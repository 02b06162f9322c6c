//! What can only be seen from inside: frozen bytes, a full disk, the settings of a connection, every value through a file.

use std::borrow::Cow;
use std::path::{Path, PathBuf};

use chrono::{DateTime, FixedOffset};
use proptest::prelude::*;
use proptest::strategy::ValueTree;
use proptest::test_runner::TestRunner;

use super::body::{self, Body, Record};
use super::canonical::{session_strategy, strategy};
use super::sessions::{BLOCK_ROWS, Extent, FileRole, PIECE_BYTES};
use super::*;
use crate::entry::*;
use crate::gas::{Species, Water};
use crate::quantity::*;

/// A folder of its own that goes when the test ends.
struct Folder(PathBuf);

impl Folder {
    fn new(name: &str) -> Self {
        let path = std::env::temp_dir().join(format!("ebbline-book-{}-{name}", std::process::id()));
        std::fs::create_dir_all(&path).unwrap();
        Self(path)
    }

    fn book(&self) -> PathBuf {
        self.0.join("book.db")
    }
}

impl Drop for Folder {
    fn drop(&mut self) {
        let _ = std::fs::remove_dir_all(&self.0);
    }
}

fn time(text: &str) -> DateTime<FixedOffset> {
    DateTime::parse_from_rfc3339(text).unwrap()
}

/// Runs `what` with a stamp whose salts count up: enough where nothing depends on chance.
fn stamped<T>(what: impl FnOnce(&mut Stamp<'_>) -> T) -> T {
    static DRAWN: std::sync::atomic::AtomicU64 = std::sync::atomic::AtomicU64::new(1);
    let mut salt = || {
        let drawn = DRAWN.fetch_add(1, std::sync::atomic::Ordering::Relaxed);
        let mut salt = [0; 16];
        salt[..8].copy_from_slice(&drawn.to_le_bytes());
        salt
    };
    what(&mut Stamp { at: time("2026-11-12T10:00:00+11:00"), salt: &mut salt })
}

fn begin(path: &Path) -> Book {
    stamped(|stamp| Book::open_or_begin(path, &Options::default(), stamp)).unwrap()
}

fn files(of: &str) -> SourceFiles {
    SourceFiles {
        run_file_name: format!("{of}.toml"),
        run_file: format!("# {of}").into_bytes(),
        readings_name: format!("{of}.csv"),
        readings: b"ip,flow\n".to_vec(),
    }
}

#[test]
fn any_runs_and_entries_come_back_from_a_file_to_the_last_bit() {
    let folder = Folder::new("round-trip");
    let mut book = begin(&folder.book());
    let mut runner = TestRunner::deterministic();
    let mut draw = |strategy: BoxedStrategy<Run>| strategy.new_tree(&mut runner).unwrap().current();
    let runs: Vec<Run> = (0..200).map(|_| draw(strategy::run())).collect();
    let sources: Vec<SourceFiles> = (0..runs.len()).map(|n| files(&format!("run {n}"))).collect();
    let items: Vec<ToImport<'_>> =
        runs.iter().zip(&sources).map(|(run, files)| ToImport { run, files }).collect();
    let recorded = stamped(|stamp| book.import_many(&items, stamp)).unwrap();
    drop(book);
    let book = Book::open_to_read(&folder.book(), &Options::default()).unwrap();
    for (index, recorded) in recorded.iter().enumerate() {
        assert!(recorded.new);
        let record = book.run(recorded.number).unwrap();
        // Debug shows the bits that matter: the sign of a nought, the offset of a time; a NaN equals itself.
        assert_eq!(format!("{:?}", record.run), format!("{:?}", runs[index]));
        let header = |run: &Run| {
            body::write(&Record {
                at: run.taken,
                body: Body::RunRestated { run: recorded.number, replaces: 1, header: Cow::Borrowed(run) },
            })
        };
        assert_eq!(header(&record.run), header(&runs[index]));
        assert_eq!(book.source_of(recorded.number).unwrap().as_ref(), Some(&sources[index]));
    }
    assert_eq!(book.check(&[]).unwrap().wrong, None);
    assert_eq!(book.runs(&RunQuery::default()).unwrap().len(), runs.len());
}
***
§ What the task asks
Look above for the line containing "let recorded = stamped(|stamp|". Output from there through the line containing "assert_eq!(book.check(&[]).unwrap().wrong, None);", exactly and inclusively.

§ Answer to the problem
    let recorded = stamped(|stamp| book.import_many(&items, stamp)).unwrap();
    drop(book);
    let book = Book::open_to_read(&folder.book(), &Options::default()).unwrap();
    for (index, recorded) in recorded.iter().enumerate() {
        assert!(recorded.new);
        let record = book.run(recorded.number).unwrap();
        // Debug shows the bits that matter: the sign of a nought, the offset of a time; a NaN equals itself.
        assert_eq!(format!("{:?}", record.run), format!("{:?}", runs[index]));
        let header = |run: &Run| {
            body::write(&Record {
                at: run.taken,
                body: Body::RunRestated { run: recorded.number, replaces: 1, header: Cow::Borrowed(run) },
            })
        };
        assert_eq!(header(&record.run), header(&runs[index]));
        assert_eq!(book.source_of(recorded.number).unwrap().as_ref(), Some(&sources[index]));
    }
    assert_eq!(book.check(&[]).unwrap().wrong, None);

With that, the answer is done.